I am the subscriber of the TFH Digital and the new Digital Aqua Journal is built with the same system. Which is very easy to handle, view, read, search etc. And the image quality is still awesome. Back issues will be there to go there anytime etc.

The digital version seems much more info heavy then the printed version. The first issue is 50 page packed with lot of things to read. So if anyone intrested it's worth a try.


----------



## Mark Evans (4 Aug 2011)

It's great to get versions in English. I've just bought August's copy, to see how it was; I'll now subscribe i think.


----------



## Tom (4 Aug 2011)

Do you view them online or do you get a download?


----------



## ghostsword (4 Aug 2011)

Tom said:
			
		

> Do you view them online or do you get a download?


All online, so to read them you need to be connected.


.


----------



## Bobtastic (4 Aug 2011)

I've taken one issue and have a read through to see how I feel about a digital subscription.


----------



## ghostsword (4 Aug 2011)

I've gone the whole way, $36 for a year is cheap enough, and really enjoyed the current magazine.


----------



## Bobtastic (4 Aug 2011)

I'm not really an avid magazine reader... I tend to get bored by them pretty quick...


----------



## AndersH (11 Aug 2011)

I bought the August edition, and I must admit I was really disappointed. Im glad I went for 1 month instead of a 1 year subscription.

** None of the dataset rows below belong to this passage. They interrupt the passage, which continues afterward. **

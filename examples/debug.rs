fn main() {
    let f = cryochain::fluids::fluid("orthohydrogen").unwrap();
    let sat = f.saturation_at_temperature(20.0).unwrap();
    let l = f.properties(20.0, sat.liquid.density);
    let v = f.properties(20.0, sat.vapour.density);
    println!("p {} rl {} rv {} cvl {} cvv {} cpl {} cpv {} wl {} wv {}", sat.vapour.pressure/1e3, l.density, v.density, l.cv/1e3, v.cv/1e3, l.cp/1e3, v.cp/1e3, l.speed_of_sound, v.speed_of_sound);
    let m = cryochain::fluids::fluid("methane").unwrap();
    println!("{:?}", m.state_tp(115.0, 0.1e6).map(|s| s.density));
}
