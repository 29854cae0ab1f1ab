//! Hydrogen of any para fraction: an ideal solution of the parahydrogen and
//! orthohydrogen equations of Leachman et al. (2009) on one datum.
//!
//! Each species keeps its published equation. The ortho equation's enthalpy and
//! entropy are shifted by constants (A, B) so that, in the ideal gas, h_o − h_p is the
//! rotational energy difference and μ_o − μ_p = −RT ln(3 Z_odd/Z_even) (see
//! [`super::spin`]); A and B are the least-squares constants over 20–300 K and the
//! largest misfit is kept in [`Alignment`]. A common shift then puts the 25 % solution
//! on the normal-hydrogen equation's value at 300 K and 101.325 kPa, so that blend
//! states and frozen-normal `hydrogen` states share one datum.
//!
//! At (T, p) and para mole fraction x, each species sits at its own density on the
//! same branch; volumes, enthalpies, heat capacities add by mass fraction, and the
//! ideal mixing entropy −R Σ xᵢ ln xᵢ (per mole) is added. Two phases share one
//! composition (no fractionation): the blend boils at the temperature where the
//! mole-weighted Gibbs energies of liquid and vapour are equal, between the two
//! species' saturation temperatures. Between the two critical points the model is
//! refused (see [`Blend::check`]).

use super::density::Branch;
use super::fluid::{Fluid, Properties};
use super::recent::{remembered, Recent};
use super::spec::{Property, Spec};
use super::spin;
use super::state::{SaturatedPair, State};
use crate::error::{Error, Result};
use std::cell::RefCell;
use std::sync::OnceLock;

/// The highest pressure at which the blend is given two phases, Pa: below the
/// parahydrogen critical pressure (1.2858 MPa) by a margin, since the pseudo-pure
/// saturation of the solution loses meaning as the para liquid vanishes.
pub const BLEND_SATURATION_PRESSURE_MAX: f64 = 1.2e6;

/// How well the aligned equations meet the two ideal-gas conditions, J/mol: the
/// largest misfit over the fit's temperatures.
#[derive(Debug, Clone, Copy, PartialEq)]
pub struct Alignment {
    /// The ortho enthalpy shift A, J/mol.
    pub ortho_enthalpy_shift: f64,
    /// The ortho entropy shift B, J/(mol·K).
    pub ortho_entropy_shift: f64,
    /// Largest |h_o − h_p − ΔE_rot| over 20–300 K, J/mol.
    pub enthalpy_misfit: f64,
    /// Largest |μ_o − μ_p + RT ln(3 Z_odd/Z_even)| over 20–300 K, J/mol.
    pub gibbs_misfit: f64,
}

/// The ortho–para solution model: the two species' equations, the normal-hydrogen
/// equation whose datum it shares, and the shifts.
#[derive(Debug)]
pub struct Blend {
    /// The parahydrogen equation.
    pub para: &'static Fluid,
    /// The orthohydrogen equation.
    pub ortho: &'static Fluid,
    /// The normal-hydrogen equation (the fluid blend states report as theirs).
    pub normal: &'static Fluid,
    /// The alignment constants and their misfit.
    pub alignment: Alignment,
    /// Added to every ortho enthalpy, J/kg (A/M_o).
    ortho_enthalpy: f64,
    /// Added to every ortho entropy, J/(kg·K) (B/M_o).
    ortho_entropy: f64,
    /// Added to every blend enthalpy, J/kg.
    common_enthalpy: f64,
    /// Added to every blend entropy, J/(kg·K).
    common_entropy: f64,
}

thread_local! {
    /// The last few pressures (their bits) whose species' boiling temperatures
    /// were found, with them ([`Blend::boiling_temperatures`]); there is one blend.
    static LAST_BOILING: RefCell<Recent<u64, (f64, f64)>> =
        const { RefCell::new(Recent::new(KEPT_PRESSURES)) };
    /// The last few (pressure, para fraction) pairs' saturation temperatures with
    /// both species on both sides there ([`Blend::saturation`]).
    static LAST_SATURATION: RefCell<Recent<(u64, u64), Saturation>> =
        const { RefCell::new(Recent::new(KEPT_COMPOSITIONS)) };
    /// The last few (pressure, para fraction) pairs' saturated liquid and vapour
    /// ([`Blend::saturated_pair`]).
    static LAST_SATURATED_PAIR: RefCell<Recent<(u64, u64), SaturatedPair>> =
        const { RefCell::new(Recent::new(KEPT_COMPOSITIONS)) };
    /// Both species at this thread's last two single-phase answers of (p, h) or
    /// (p, s) searches, [the one before, the last], each with its side (`true` for
    /// the liquid side): the next search nearby starts its species' densities from
    /// them ([`Blend::joint_search`]).
    static LAST_SPECIES: std::cell::Cell<[Option<Answer>; 2]> =
        const { std::cell::Cell::new([None, None]) };
}

/// How far (relative, in temperature and in pressure) a search may start from the
/// last answer's species for their densities to seed it.
const JOINT_REACH: f64 = 0.05;

/// Step cap of the joint search; past it the nested search takes over.
const JOINT_STEPS: usize = 8;

/// A joint step within this fraction of every variable ends the joint search (one
/// more evaluation, one step on, unless it is within rounding): the temperature
/// search's own tolerance.
const JOINT_TOLERANCE: f64 = 1e-13;

/// A joint step within this fraction of every variable: the point is the root as
/// closely as the equations can tell.
const JOINT_ROUNDING: f64 = 1e-15;

/// A saturation temperature of the solution (K) and both species' properties
/// there, [liquid, vapour], each (para, ortho).
type Saturation = (f64, [(Properties, Properties); 2]);

/// Both species' boiling temperatures at a pressure with their molar entropies of
/// vaporisation, [(T, Δs) of para, of ortho], and bounds (below both, above both).
type BoilingEstimates = ([(f64, f64); 2], (f64, f64));

/// How many pressures' boiling temperatures are kept: a flowsheet's two-phase
/// hydrogen sits at a few pressures (valve outlets, separators, feeds).
const KEPT_PRESSURES: usize = 8;

/// How many (pressure, para fraction) pairs' saturation answers are kept: each
/// two-phase stream of a pass asks its own, and settled passes ask them again.
const KEPT_COMPOSITIONS: usize = 16;

/// The ideal-gas enthalpy and entropy of one species at (T, p), per mole.
fn ideal_gas_molar(fluid: &Fluid, temperature: f64, pressure: f64) -> (f64, f64) {
    let (enthalpy, entropy) = fluid.ideal_gas_enthalpy_entropy(temperature, pressure);
    (enthalpy * fluid.molar_mass, entropy * fluid.molar_mass)
}

/// Temperatures over which the alignment constants are fitted, K.
fn fit_temperatures() -> impl Iterator<Item = f64> {
    (20..=300).map(f64::from)
}
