#[derive(Debug, Subcommand)]
enum Command {
    /// Solve a flowsheet (with no file: the built-in demo, a liquid-nitrogen-precooled
    /// hydrogen liquefier) and report yield, power, precooling and exergy.
    Solve {
        /// The flowsheet file (YAML); see docs/flowsheet-format.md.
        file: Option<PathBuf>,
        /// Print the full result as JSON (schema in docs/output.md).
        #[arg(long)]
        json: bool,
        /// Override a parameter for a quick what-if: id.key=value (repeatable).
        #[arg(long = "set", value_name = "ID.KEY=VALUE")]
        set: Vec<String>,
        /// Print the largest tear residual of every pass on stderr.
        #[arg(long)]
        log: bool,
        /// Write the plots (T–s, T–p with the valves, exchanger curves, exergy) as SVG
        /// and PNG into this folder.
        #[arg(long, value_name = "DIR")]
        plot: Option<PathBuf>,
        /// Write streams.csv and equipment.csv into this folder.
        #[arg(long, value_name = "DIR")]
        csv: Option<PathBuf>,
    },
    /// Solve a flowsheet and hold it against the design checks (docs/checks.md);
    /// exits with code 2 when the design has errors.
    Check {
        /// The flowsheet file (with no file: the built-in demo).
        file: Option<PathBuf>,
        /// Print the findings as JSON.
        #[arg(long)]
        json: bool,
        /// Override a parameter: id.key=value (repeatable).
        #[arg(long = "set", value_name = "ID.KEY=VALUE")]
        set: Vec<String>,
    },
    /// Sweep one to three parameters over a grid; every case is solved (in parallel)
    /// and a failed case is recorded with its reason.
    Sweep {
        /// The flowsheet file.
        file: PathBuf,
        /// id.key=START..END:STEPS[:log], both ends with their unit (repeatable, 1–3).
        #[arg(long = "vary", required = true)]
        vary: Vec<String>,
        /// Fixed overrides applied to every case.
        #[arg(long = "set")]
        set: Vec<String>,
        /// Run only shard K of N (K/N): every N-th row of the grid from row K.
        #[arg(long)]
        shard: Option<String>,
        /// Write the cases as CSV here.
        #[arg(long)]
        csv: Option<PathBuf>,
        /// Write a plot (line or heat map) here (.svg or .png).
        #[arg(long)]
        plot: Option<PathBuf>,
    },
    /// Merge shard CSV files of one sweep into the file the unsharded sweep writes.
    MergeShards {
        /// The shard files.
        files: Vec<PathBuf>,
        /// Write here instead of stdout.
        #[arg(long, short)]
        output: Option<PathBuf>,
    },
    /// Optimise a figure over bounded parameters (argmin: Brent for one, Nelder–Mead
    /// for several).
    Optimize {
        /// The flowsheet file.
        file: PathBuf,
        /// id.key=LO..HI with units (repeatable).
        #[arg(long = "vary", required = true)]
        vary: Vec<String>,
        /// liquid_yield or figure_of_merit.
        #[arg(long)]
        maximize: Option<String>,
        /// specific_energy.
        #[arg(long)]
        minimize: Option<String>,
        /// Keep the smallest exchanger approach at least this (for example 1K).
        #[arg(long = "min-approach")]
        min_approach: Option<String>,
        /// Fixed overrides.
        #[arg(long = "set")]
        set: Vec<String>,
        /// Solver iteration cap.
        #[arg(long, default_value_t = 100)]
        iterations: u64,
    },
    /// Headline figures of several flowsheets side by side.
    Compare {
        /// The flowsheet files.
        files: Vec<PathBuf>,
        /// Write a bar chart here (.svg or .png).
        #[arg(long)]
        plot: Option<PathBuf>,
    },
    /// List the built-in fluids with their sources, critical and triple points and ranges.
    Fluids {
        /// Print JSON instead of a table.
        #[arg(long)]
        json: bool,
    },
    /// Compute one state from two specifications, such as T=80K p=20bar.
    State {
        /// Fluid name (see `cryochain fluids`).
        fluid: String,
        /// First specification: T=…, p=…, h=…, s=…, x=… or rho=…, with units.
        first: String,
        /// Second specification.
        second: String,
        /// Print JSON with SI keys instead of a table.
        #[arg(long)]
        json: bool,
    },
    /// The Joule-Thomson inversion curve of a fluid: maximum inversion temperature,
    /// Boyle temperature, pressure maximum, and the curve.
    Inversion {
        /// Fluid name.
        fluid: String,
        /// Print JSON (with the whole curve) instead of a table.
        #[arg(long)]
        json: bool,
        /// Also write a T–p diagram to this file (.svg or .png).
        #[arg(long)]
        plot: Option<PathBuf>,
        /// Rows of the curve shown in the table.
        #[arg(long, default_value_t = 24)]
        rows: usize,
    },
    /// Throttle a state isenthalpically to a lower pressure.
    Throttle {
        /// Fluid name.
        fluid: String,
        /// First inlet specification, such as T=80K.
        first: String,
        /// Second inlet specification, such as p=200bar.
        second: String,
        /// Outlet pressure, with its unit (for example 1bar).
        #[arg(long = "to")]
        to: String,
        /// Print JSON instead of text.
        #[arg(long)]
        json: bool,
    },
    /// Property table in batch: a CSV of input pairs in, a CSV of properties out.
    Table {
        /// Input CSV (see docs/batch-tables.md).
        input: PathBuf,
        /// Fluid for rows without a `fluid` column.
        #[arg(long)]
        fluid: Option<String>,
        /// Write the output here instead of stdout.
        #[arg(long, short)]
        output: Option<PathBuf>,
    },
}

/// A failure with its exit code.
pub struct Failure {
    /// Message for stderr.
    pub message: String,
    /// Process exit code.
    pub code: i32,
}

impl From<Error> for Failure {
    fn from(error: Error) -> Failure {
        let code = match error {
            Error::NoConvergence { .. } => exit::NOT_CONVERGED,
            _ => exit::INPUT,
        };
        Failure {
            message: error.to_string(),
            code,
        }
    }
}

impl From<cryochain::flowsheet::FlowsheetError> for Failure {
    fn from(error: cryochain::flowsheet::FlowsheetError) -> Failure {
        Failure {
            message: error.to_string(),
            code: exit::INPUT,
        }
    }
}

/// The built-in demo flowsheet.
const DEMO: &str = include_str!("../flowsheets/hydrogen-ln2-precooled.yaml");
/// Its name in messages.
const DEMO_NAME: &str = "built-in demo (flowsheets/hydrogen-ln2-precooled.yaml)";

/// Reads a flowsheet (or the built-in demo) with overrides.
fn load_plant(
    file: &Option<PathBuf>,
    set: &[String],
) -> Result<cryochain::flowsheet::Plant, Failure> {
    let overrides = set
        .iter()
        .map(|s| cryochain::flowsheet::Override::parse(s))
        .collect::<Result<Vec<_>, _>>()?;
    Ok(match file {
        Some(path) => cryochain::flowsheet::load(path, &overrides)?,
        None => {
            eprintln!("no flowsheet given: solving the {DEMO_NAME}");
            cryochain::flowsheet::load_str(DEMO, DEMO_NAME, &overrides)?
        }
    })
}

fn read_text(path: &std::path::Path) -> Result<String, Failure> {
    std::fs::read_to_string(path).map_err(|e| Failure {
        message: format!("cannot read {}: {e}", path.display()),
        code: exit::IO,
    })
}

fn parse_overrides(set: &[String]) -> Result<Vec<cryochain::flowsheet::Override>, Failure> {
    Ok(set
        .iter()
        .map(|s| cryochain::flowsheet::Override::parse(s))
        .collect::<Result<Vec<_>, _>>()?)
}

fn sweep_command(
    file: &std::path::Path,
    vary: &[String],
    set: &[String],
    shard: Option<&str>,
    csv: Option<&std::path::Path>,
    plot: Option<&std::path::Path>,
) -> Result<String, Failure> {
    let text = read_text(file)?;
    let name = file.display().to_string();
    let overrides = parse_overrides(set)?;
    let variables = vary
        .iter()
        .map(|v| cryochain::study::Variable::parse_range(v))
        .collect::<Result<Vec<_>, _>>()?;
    let shard = match shard {
        None => None,
        Some(text) => {
            let (k, n) = text
                .split_once('/')
                .and_then(|(k, n)| Some((k.trim().parse().ok()?, n.trim().parse().ok()?)))
                .ok_or_else(|| Failure {
                    message: format!("--shard {text}: write K/N, such as 2/8"),
                    code: exit::INPUT,
                })?;
            Some((k, n))
        }
    };
    let total: usize = variables.iter().map(|v| v.values.len()).product();
    // A progress bar on stderr for long runs (hidden when stderr is not a terminal).
    let bar = indicatif::ProgressBar::with_draw_target(
        Some(total as u64),
        indicatif::ProgressDrawTarget::stderr(),
    );
    bar.set_style(
        indicatif::ProgressStyle::with_template(
            "{bar:40} {pos}/{len} cases, {elapsed} elapsed, {eta} left",
        )
        .unwrap_or_else(|_| indicatif::ProgressStyle::default_bar()),
    );
    if total < 20 {
        bar.set_draw_target(indicatif::ProgressDrawTarget::hidden());
    }
    let progress = |done: usize, of: usize| {
        bar.set_length(of as u64);
        bar.set_position(done as u64);
    };
    let study = cryochain::study::sweep(&text, &name, &overrides, &variables, shard, &progress)?;
    bar.finish_and_clear();
    let csv_text = cryochain::study::to_csv(&study)?;
    if let Some(path) = csv {
        std::fs::write(path, &csv_text).map_err(|e| Failure {
            message: format!("cannot write {}: {e}", path.display()),
            code: exit::IO,
        })?;
        eprintln!("wrote {} cases to {}", study.cases.len(), path.display());
    }
    if let Some(path) = plot {
        report::plot::study::sweep(&study, path)?;
        eprintln!("wrote {}", path.display());
    }
    // A table of the cases, and the best one.
    let mut headers: Vec<(String, report::table::Align)> = study
        .variables
        .iter()
        .map(|v| {
            (
                format!("{} [{}]", v.name(), v.unit),
                report::table::Align::Right,
            )
        })
        .collect();
    headers.extend([
        ("yield".to_string(), report::table::Align::Right),
        ("kWh/kg".to_string(), report::table::Align::Right),
        ("status".to_string(), report::table::Align::Left),
    ]);
    let refs: Vec<(&str, report::table::Align)> =
        headers.iter().map(|(h, a)| (h.as_str(), *a)).collect();
    let mut table = report::TextTable::new(&refs);
    for case in &study.cases {
        let mut row: Vec<String> = case.coordinates.iter().map(|c| format!("{c:.4}")).collect();
        match &case.outcome {
            Ok(m) => row.extend([
                format!("{:.5}", m.liquid_yield),
                format!("{:.3}", m.specific_energy),
                if m.design_errors > 0 {
                    format!("ok, {} design errors", m.design_errors)
                } else {
                    "ok".into()
                },
            ]),
            Err(reason) => row.extend([
                String::new(),
                String::new(),
                format!("failed: {}", reason.chars().take(60).collect::<String>()),
            ]),
        }
        table.row(row);
    }
    let mut out = table.render();
    let failed = study.cases.iter().filter(|c| c.outcome.is_err()).count();
    if let Some(best) = study
        .cases
        .iter()
        .filter_map(|c| c.outcome.as_ref().ok().map(|m| (c, m)))
        .max_by(|a, b| a.1.liquid_yield.total_cmp(&b.1.liquid_yield))
    {
        out.push_str(&format!(
            "\nhighest yield {:.5} at {:?}; {} of {} cases failed\n",
            best.1.liquid_yield,
            best.0.coordinates,
            failed,
            study.cases.len()
        ));
    }
    Ok(out)
}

Yes I knew it's made by ADA, but it's filled to the brim with commercials (right word?).
Also I thought there would be tips and tricks to make aquascapes and more info around aquascaping, and object to get inspiration from, but I really didn't find a single thing of usefulness. Maybe the last 2 pages of Q&A, which wasn't anything new.

It's not a rant at ADA, I love most of their products and I really hoped for it to be more useful than that. But damn I was let down.

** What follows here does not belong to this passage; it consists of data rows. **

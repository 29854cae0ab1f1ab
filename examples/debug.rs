fn main() {
    let f = cryochain::fluids::fluid("methane").unwrap();
    let p = 4922055.142416269;
    for t in [185.0, 189.0, 190.0, 190.5, 190.545, 190.56, 190.6, 191.0, 193.0, 195.0, 200.0] {
        let s = f.state_tp(t, p).unwrap();
        println!("{t} rho {:.4} h {:.1} cp {:.1} {:?}", s.density, s.enthalpy, s.cp().unwrap(), s.phase);
    }
    println!("{:?}", f.state_ph(p, 506521.69195632363).map(|s| s.temperature));
}
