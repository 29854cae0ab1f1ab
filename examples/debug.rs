fn main() {
    let f = cryochain::fluids::fluid("hydrogen").unwrap();
    let t = 33.286379828404066;
    let s = f.state_tp(t, 1335248.3342369676).unwrap();
    println!("{:.17} {:.17}", s.density, s.cp().unwrap());
    let p = f.properties(t, 28.64034530227513);
    println!("{:.17} {:.17}", p.pressure, p.cp);
}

Maybe it was just this month that was a crap edition, so maybe it's not fair to judge them on 1 copy.
But if any is thinking of going for a full year without knowing the AquaJournal, do yourself a favor and get 1 month to start with to see if you like it.

My 2 cents.


----------



## viktorlantos (11 Aug 2011)

Maybe this was not the right issue for you. 

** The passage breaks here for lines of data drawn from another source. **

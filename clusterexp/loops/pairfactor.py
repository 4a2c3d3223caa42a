"""Exact Aharonov-Bohm factor of one time slice of a planar Brownian bridge.

For a relative vector u(t) of two particles that moves as a planar Brownian bridge from u0 to u1
(Gaussian per-component variance `v` of the increment over the slice), the angle Theta swept around
the origin has a conditional distribution that is known exactly.  The factor

    R(alpha; x, phi) = E[exp(i alpha Theta) | u0, u1],   x = |u0| |u1| / v,   phi = arg(u1 / u0),

follows from the winding decomposition of the free heat kernel (the Aharonov-Bohm propagator over the
free one):  R = sum_m e^{-i m phi} I_{|m+alpha|}(x) / e^{x cos phi}.  The Bessel sum loses all precision
near phi = pi at large x, so we evaluate the equivalent form (0 < a < 1, 0 <= phi <= pi, psi = pi - phi)

    R = e^{i a phi} - (sin(pi a)/pi) * J,
    J = integral over real t of exp(-x (cosh t - cos psi) - a t) / (1 - exp(-t + i psi)),

which follows from the integral representation of I_mu (Schlaefli) summed over m.  J is computed with
the trapezoidal rule on a half-shifted grid plus the exact correction of the pole at t = i psi
(2 pi i e^{-i a psi} q/(1+q), q = exp(-2 pi psi / step)); the rule is then exponentially accurate for
every psi, including psi -> 0, where the pole touches the real axis.

Given the positions at the slice times, the slices of one pair are independent (Markov property), so
the product of R over slices is the exact conditional phase of that pair.  Only slices whose chord
passes close to the origin differ from the minimal-angle value e^{i alpha phi}; all others are
replaced by it (the difference is below exp(-cut), see `classify_segments`).
"""
from __future__ import annotations

import threading

import numpy as np

# 2 d^2 / v below this marks a slice "near": its chord passes within d of the origin.  The probability
# that a bridge strays a distance d sideways is exp(-2 d^2 / v), so far slices err by < exp(-18) (in fact far less: the path must also wind).
NEAR_CUT = 18.0

# Accuracy of the quadrature: the trapezoidal error is ~exp(-step shift) and the cut-off tails are
# below exp(-reach) (see `_reduced_factor`).  PRECISE: |error| < 1e-11 (tested against the Bessel sum);
# SAMPLING, used by the sampler: |error| < 1e-7 per slice (measured against PRECISE on 6e5 random
# slices: at most 2e-8), so the phase of a sample with ~50 near slices is off by < 1e-6, a bias
# below 1e-7 in b_3 -- three orders under the best error bars -- for 30% fewer quadrature points.
PRECISE = (25.0, 30.0)
SAMPLING = (16.0, 20.0)

# Half-widths (in steps) of the quadrature grids; an entry uses the smallest bucket that covers it.
_BUCKETS = (4, 5, 6, 7, 8, 10, 12, 14, 16, 19, 23, 27, 32, 38, 45, 54, 64, 76, 91, 108, 128, 152, 181, 215, 256)
_CHUNK = 40000

# Per thread: whether half-integer alpha uses the closed form (closed_half, True; the benchmark of the
# variance reduction switches it off for the "before" configuration through runner.Reduction), and
# whether the hot path runs compiled (compiled, True; False: the numpy reference, for the benchmarks).
SETTINGS = threading.local()


def classify_segments(u: np.ndarray, v: float, cut: float = NEAR_CUT):
    """Split the slices of relative paths into far and near ones.

    u: complex array (paths, points).  Returns (far_sum, rows, x, phi): far_sum[path] is the sum of
    minimal angles over far slices; rows/x/phi list the near slices (path index, x, phi), in row order.
    A slice is near when its chord passes within d of the origin, 2 d^2 / v < cut.  Compiled
    (`kernels.classify`); `classify_segments_numpy` is the same with numpy arrays, the reference.
    """
    if not getattr(SETTINGS, "compiled", True):
        return classify_segments_numpy(u, v, cut)
    from .kernels import classify
    return classify(u, v, cut)


def classify_segments_numpy(u: np.ndarray, v: float, cut: float = NEAR_CUT):
    """`classify_segments` with whole numpy arrays (the reference of the compiled form)."""
    u0 = u[:, :-1]
    z = u[:, 1:] * np.conj(u0)
    phi = np.angle(z)                             # minimal angle from u0 to u1
    r2 = u.real * u.real + u.imag * u.imag
    r0, r1 = r2[:, :-1], r2[:, 1:]
    dot = z.real                                  # u0 . u1
    num = r0 - dot                                # -(u0 . w), w = u1 - u0
    ww = num + (r1 - dot)                         # |w|^2
    with np.errstate(invalid="ignore", divide="ignore"):
        s = np.where(ww > 0, num / ww, 0.0)
    np.clip(s, 0.0, 1.0, out=s)
    d2 = r0 + s * (s * ww - 2.0 * num)            # |u0 + s w|^2, the chord's closest point
    near = d2 < (0.5 * cut) * v
    far_sum = np.where(near, 0.0, phi).sum(axis=1)
    rows = np.nonzero(near)[0]
    x = np.sqrt(r0[near] * r1[near]) / v
    return far_sum, rows, x, phi[near]


def _reduced_factor(a: float, x: np.ndarray, phi: np.ndarray, accuracy=PRECISE) -> np.ndarray:
    """R for 0 < a < 1 and 0 <= phi <= pi (1-d arrays of equal shape, x > 0).

    Step: the trapezoidal error is ~exp(-2 pi c / step) times the growth exp(x (cos psi - cos c)) of
    the integrand on the shifted contour; step = pi^2 / (x + 25) keeps it below ~exp(-25) for c near
    pi/2 at every x.  Reach: the integrand is below exp(-30) once x (cosh t - 1) > 30.
    """
    step_shift, tail = accuracy
    psi = np.pi - phi
    step = np.minimum(0.45, np.pi ** 2 / (x + step_shift))
    with np.errstate(over="ignore", divide="ignore"):
        reach = np.arccosh(1.0 + tail / np.maximum(x, 1e-300))
    reach = np.minimum(reach, 16.0)
    half = np.ceil(reach / step)
    which = np.searchsorted(np.array(_BUCKETS, dtype=float), half)
    which = np.minimum(which, len(_BUCKETS) - 1)
    out = np.empty(x.shape, dtype=complex)
    cos_psi, sin_psi = np.cos(psi), np.sin(psi)
    for b in np.unique(which):
        bucket = _BUCKETS[b]
        grid = np.arange(-bucket, bucket) + 0.5
        idx_all = np.nonzero(which == b)[0]
        for lo in range(0, idx_all.size, _CHUNK):
            idx = idx_all[lo:lo + _CHUNK]
            hs = step[idx]
            t = hs[:, None] * grid[None, :]
            e = np.exp(-t)
            cp, sp = cos_psi[idx], sin_psi[idx]
            xs = x[idx][:, None]
            # exponent -x (cosh t - cos psi) - a t, built in place (the arrays are the cost here)
            arg = 1.0 / e
            arg += e
            arg *= -0.5 * xs
            arg += xs * cp[:, None]
            arg -= a * t
            with np.errstate(under="ignore", over="ignore"):
                w = np.exp(arg, out=arg)
            # 1 / (1 - e^{-t} e^{i psi}) = conj(D) / |D|^2, D = (1 - e cos psi) - i e sin psi, |D|^2 =
            # 1 + e (e - 2 cos psi): with w = h / |D|^2 only sum(w) and sum(w e) are needed
            w /= 1.0 + e * (e - 2.0 * cp[:, None])
            s0 = w.sum(axis=1)
            s1 = np.einsum("ij,ij->i", w, e)
            total_r = hs * (s0 - cp * s1)
            total_i = hs * sp * s1
            ps = psi[idx]
            q = np.exp(-2.0 * np.pi * ps / hs)
            pole = 2j * np.pi * np.exp(-1j * a * ps) * q / (1.0 + q)
            total = total_r + 1j * total_i + pole
            out[idx] = np.exp(1j * a * (np.pi - ps)) - (np.sin(np.pi * a) / np.pi) * total
    return out


def pair_factor(alpha: float, x: np.ndarray, phi: np.ndarray, accuracy=PRECISE) -> np.ndarray:
    """E[exp(i alpha Theta) | slice endpoints] for any real alpha; x > 0, phi in (-pi, pi].
    `accuracy`: PRECISE (default) or SAMPLING (see above)."""
    x = np.asarray(x, dtype=float)
    phi = np.asarray(phi, dtype=float)
    k = np.floor(alpha)
    a = float(alpha - k)
    base = np.exp(1j * k * phi)
    if a == 0.0 or x.size == 0:
        return base.astype(complex)
    if a == 0.5 and getattr(SETTINGS, "closed_half", True):
        # half-integer orders: I_{|m+1/2|} are elementary and the Bessel sum closes into the error
        # function, R(1/2; x, phi) = e^{i phi/2} erf(sqrt(2x) cos(phi/2)) (exact; the test compares it
        # with the Bessel sum); about ten times cheaper than the quadrature
        from scipy.special import erf     # here: importing scipy is slow and most runs never need it
        return base * np.exp(0.5j * phi) * erf(np.sqrt(2.0 * x) * np.cos(0.5 * phi))
    neg = phi < 0
    r = _reduced_factor(a, x, np.abs(phi), accuracy)
    r = np.where(neg, np.conj(r), r)
    return base * r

The theme of the current issue is the healing, which was a marketing campaign from ADA after the Japanese earthquake to the Japanese people. Still most of their mags include a lot of marketing, but i can't wait to see the new issues with planting technics, hardscape arrangements etc what they have in many AJ mags. Interviews etc with IAPLC winners. Judges comment on tanks etc.

Maybe you can give another try later on when a new issue is there and the theme sounds more exciting to you.


----------



## AndersH (12 Aug 2011)

If thats how the journal normally is, then I'll give it another try for sure. Because thats what I was hoping for.
It's fine with the healing and all, I think they're right about it, but from my pov 40 pages with the same stuff going on in different places is a bit over the top. Maybe it's just what the Japaneese needs with their culture and especially after their time of grief.

But if you're right about the usual contents, I'll quote another great man: "I'll be back!"

Best regards

Anders Halse


----------



## ghostsword (12 Aug 2011)

I subscribed for the whole year and really like the magazine, and the healing articles were really good, especially as I setup tanks for kids to look at.

Also treated myself to a year subscription of the printed AJ, always nice to have something at hand. As I am learning Japanese this would be a good chance to have something nice to read.


---
- .


----------



## Bobtastic (12 Aug 2011)

I didn't really find the "healing issue" that interesting... I won't be subscribing, but like I said in the previous post I don't really get on with magazines...


----------



## SuperWen (12 Aug 2011)

just googling it and you can get free online version and free pdf/ebook


----------



## viktorlantos (12 Aug 2011)

SuperWen said:
			
		

> just googling it and you can get free online version and free pdf/ebook



That's nice, but how that support the hobby? If that's the way, then the english version will die again shortly.


----------



## ghostsword (12 Aug 2011)

... someone has to pay for the publication of the magazine, the translation and for the distribution. Same with music, and videos. People make copies, distribute them, etc, it is wrong.


----------



## Bobtastic (12 Aug 2011)

Piracy is a long standing English tradition... I think it's the second oldest profession.


----------



## SuperWen (12 Aug 2011)

viktorlantos said:
			
		

> That's nice, but how that support the hobby? If that's the way, then the english version will die again shortly.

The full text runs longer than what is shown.